Create customer-centric content that salespeople and customers will embrace.
You work hard to craft your brand image, positioning, and strategy. You work even harder to execute all the elements needed to convey that image and message to the marketplace. You send assets galore to your sales teams to educate them on how to reinforce the brand with customers and prospects. You hold training sessions and send communications about how to use these tools in the field. Then, one of your colleagues forwards you an email from one of your salespeople to a prospective customer—and the language is completely off-brand. How does this happen?
As a business owner, I get poor pitches constantly. Many salespeople, especially those who have been in sales for a while, continue to focus on the features and benefits of the products or services they’re selling. They place less emphasis on how to position them to customers, and in particular, how the products can help meet customers’ needs. This is the difference between a product-centric and a customer-centric approach to sales, and it’s particularly relevant when selling to small and midsize businesses (SMBs).
Customer-centric content
At the beginning of the buying journey, SMBs are looking for ideas and solutions to the business problems and opportunities they face. Companies that take a customer-centric approach know this, and they emphasize helping SMBs with these challenges before they ever pitch a particular product or service. Content that supports this—customer-centric content—focuses on helping SMBs, as well.

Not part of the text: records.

"""The core, amplifier, mirror, startup circuit and load as node equations C·dV/dt = i(V, t), batched.

Six node voltages per sample (state order :data:`NODES`): Q1 node, top of R1, Q2 node, mirror gate,
reference output, Q3 node. Every parameter is an array over the samples of one batch, so one call
evaluates a whole Monte Carlo population. Capacitors to the supply (gate-source of the mirror, the
kick capacitor) enter as C·ΔVsource/Δt over the integrator's step, which keeps charge exact.
Behavioural model, not transistor-level sign-off.
"""

from __future__ import annotations

from dataclasses import dataclass
from typing import Any, Callable, Mapping

import numpy as np

from labtool.model import physics
from labtool.model.dc import input_linear_range

NODES = ("v_q1", "v_r1", "v_q2", "v_gate", "v_out", "v_q3")
OUT = NODES.index("v_out")
GATE = NODES.index("v_gate")

_RAIL_V = 0.03  # how close to a rail the amplifier output stage saturates
_EDGE_V = 0.02  # width of the supply thresholds of the amplifier bias and startup circuit
_HEADROOM_V = 0.1  # source-drain voltage the startup devices need


def linear_ramp(vdd_v, ramp_s, t0_s=0.0) -> Callable[[np.ndarray], np.ndarray]:
    """0 V until ``t0_s``, then linear to ``vdd_v`` over ``ramp_s``, then flat."""
    return lambda t: vdd_v * np.clip((t - t0_s) / ramp_s, 0.0, 1.0)


@dataclass(frozen=True)
class CoreCircuit:
    """Node currents of a batch of samples that share one startup kind and one supply waveform."""

    p: Mapping[str, np.ndarray]  # arrays of shape (B,), from :func:`batch_parameters`
    startup_kind: str
    sense_output: bool
    self_biased: bool
    supply: Callable[[np.ndarray], np.ndarray]
    enable: Callable[[np.ndarray], np.ndarray] | None
    breakpoints: tuple[float, ...] = ()

    @property
    def size(self) -> int:
        return int(self.p["ut_v"].shape[0])

    @property
    def caps(self) -> np.ndarray:
        p = self.p
        kick = p["c_kick_f"] if self.startup_kind in ("kick_supply", "kick_enable") else 0.0 * p["c_kick_f"]
        return np.stack([p["c_q1_f"] + kick, p["c_r1_f"], p["c_q2_f"], p["c_gate_f"] + p["c_gs_f"],
                         p["c_out_f"], p["c_q3_f"]], axis=-1)

    def take(self, mask: np.ndarray) -> "CoreCircuit":
        return CoreCircuit({k: v[mask] for k, v in self.p.items()}, self.startup_kind, self.sense_output,
                           self.self_biased, self.supply, self.enable, self.breakpoints)

    def currents(self, y: np.ndarray, t_old: np.ndarray, t_new: np.ndarray, *, detail: bool = False):
        """Net current into each node at state ``y`` (…, B, 6) for the step t_old → t_new (B,)."""
        p = self.p
        v1, v2, v3, vg, vo, v4 = (y[..., k] for k in range(6))
        ut = p["ut_v"]
        vdd = self.supply(t_new)
        dvdd = (vdd - self.supply(t_old)) / (t_new - t_old)
        vsg = vdd - vg
        i1, i2, i3 = physics.mirror_currents(vsg, (vdd - v1, vdd - v2, vdd - vo), p["mos_vt0_v"],
                                             p["mos_slope_n"], p["mos_i_spec_a"], ut)
        i3 = i3 * p["mirror_out_ratio"]
        # amplifier: OTA whose tail is fixed or follows the core; its input pair is off below the
        # common-mode limit, and an amplifier with its input off pulls the gate to the supply (mirror off)
        powered = physics.sigmoid((vdd - p["amp_vdd_min_v"]) / _EDGE_V)
        tail = p["amp_bias_min_a"] + p["amp_bias_ratio"] * np.maximum(i1, 0.0) if self.self_biased else p["amp_bias_a"]
        ib = tail * powered
        alive = physics.sigmoid((0.5 * (v1 + v2) - p["amp_vcm_min_v"]) / p["amp_vcm_soft_v"])
        vlin = p["amp_vlin_v"]
        drive = alive * np.tanh((v2 - v1 - p["amp_offset_v"]) / vlin) + (1.0 - alive) * np.tanh(vsg / vlin)
        rail = np.where(drive > 0, physics.sigmoid(vsg / _RAIL_V), physics.sigmoid(vg / _RAIL_V))
        i_amp_out = ib * drive * rail
        i_amp = i_amp_out + ib / (p["amp_dc_gain"] * vlin) * (0.5 * vdd - vg)
        # startup circuit
        sense = vo if self.sense_output else vsg
        engaged = (physics.sigmoid((p["startup_v_off_v"] - sense) / p["startup_v_width_v"])
                   * physics.sigmoid((vdd - p["startup_vdd_min_v"]) / _EDGE_V))
        zero = 0.0 * v1
        i_inject = i_pull = i_kick = zero
        if self.startup_kind == "inject":
            i_inject = p["i_start_a"] * engaged * physics.sigmoid((vdd - v1 - _HEADROOM_V) / _EDGE_V)
        elif self.startup_kind == "pulldown":
            i_pull = p["i_start_a"] * engaged * np.tanh(np.maximum(vg, 0.0) / _HEADROOM_V)
        elif self.startup_kind == "kick_supply":
            i_kick = p["c_kick_f"] * dvdd
        elif self.startup_kind == "kick_enable":
            i_kick = p["c_kick_f"] * (self.enable(t_new) - self.enable(t_old)) / (t_new - t_old)
        i_r1 = (v2 - v3) / p["r1_ohm"]
        i_r2 = (vo - v4) / p["r2_ohm"]
        f = np.stack([
            i1 - physics.diode_current(v1, p["is_q1_a"], ut) - physics.leakage_current(v1, p["leak_q1_a"], ut)
            + i_inject + i_kick,
            i2 - i_r1,
            i_r1 - physics.diode_current(v3, p["is_q2_a"], ut) - physics.leakage_current(v3, p["leak_q2_a"], ut),
            i_amp - i_pull + p["c_gs_f"] * dvdd,
            i3 - i_r2 - vo / p["r_load_ohm"] - physics.leakage_current(vo, p["leak_out_a"], ut),
            i_r2 - physics.diode_current(v4, p["is_q3_a"], ut),
        ], axis=-1)
        if not detail:
            return f
        # what the devices draw from the supply (the capacitive part is added by the caller)
        drawn = i1 + i2 + i3 + ib + np.maximum(i_amp_out, 0.0) + i_inject
        return f, {"i_supply_dc_a": drawn, "vdd_v": vdd}


def batch_parameters(resolved: Mapping[str, Any], size: int) -> dict[str, np.ndarray]:
    """Numeric resolved parameters broadcast to arrays of ``size`` samples, plus the derived ones."""
    p = {k: np.broadcast_to(np.asarray(v, dtype=float), (size,)).copy()
         for k, v in resolved.items() if isinstance(v, (int, float, np.ndarray, np.floating)) and not isinstance(v, bool)
         and np.ndim(v) <= 1 and (np.ndim(v) == 0 or np.shape(v)[0] == size)}
    p["is_q1_a"] = p["is_a"] * (1.0 + p["is_dev_q1"])
    p["is_q2_a"] = p["is_a"] * p["area_ratio"] * (1.0 + p["is_dev_q2"])
    p["is_q3_a"] = p["is_a"] * (1.0 + p["is_dev_q3"])
    p["amp_vlin_v"] = np.asarray(input_linear_range({**p, "amp_bias": resolved["amp_bias"]}), dtype=float)
    return p


def make_circuit(resolved: Mapping[str, Any], size: int, supply, breakpoints=()) -> CoreCircuit:
    """A batch of ``size`` samples with (possibly per-sample) parameters ``resolved`` and one supply."""
    p = batch_parameters(resolved, size)
    ramp_end = float(np.max(p["ramp_s"]))
    t_en = ramp_end + float(np.max(p["enable_delay_s"]))
    edge = float(np.max(p["enable_edge_s"]))
    enable = linear_ramp(p["vdd_v"], edge, t_en)
    bps = tuple(sorted({*breakpoints, t_en, t_en + edge} if resolved["startup_kind"] == "kick_enable"
                       else set(breakpoints)))
    return CoreCircuit(p, resolved["startup_kind"], resolved["startup_sense"] == "output",
                       resolved["amp_bias"] == "self", supply, enable, bps)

Can customer-centric content help your SMB sales teams communicate more consistently on-brand? Yes! But only if they embrace it and use it consistently. Some companies produce great content, but their salespeople don’t take advantage of it. If you train your salespeople on your content and how to use it (for example, they learn how to ask questions related to the SMB’s opportunities and challenges instead of your company’s product), they will be more likely to speak on-brand.
Salespeople will value what their customers value
Another way to get salespeople to leverage your content is to make sure it resonates with customers. When salespeople share content with customers and get positive feedback, they will fully buy into it and use it repeatedly.
Some companies still aren’t on board with the idea of customer-centric marketing and selling, but that’s a topic for another day. Assuming yours is not one of these, here are 3 keys to creating and deploying content that your SMB customers will value, and that your salespeople will use.
- Content today needs to be great, not just good, to break through the clutter. This means it must go beyond the obvious and tell SMBs things they don’t already know.
- Create content that is easy to read. This means that it is conversational, informative, and not overly processed or filled with jargon. It should be written in clear customer-focused language that both salespeople and customers will relate to and understand.
- Inform your salesforce about what content is available and train them to use it. Send regular emails that announce and summarize new content. Even better, show examples of how top salespeople are using the content to attract and nurture prospects.
Content is now expected to work harder than ever before. As long as it focuses on helping SMBs run their businesses and not just selling stuff, you’ll find that your customers and prospects will value it and seek it out. Creating customer-centric content, and teaching your salespeople how to use it, will ensure that what they say is consistent with the carefully developed messaging in your content and elsewhere—in other words, that they are speaking on-brand.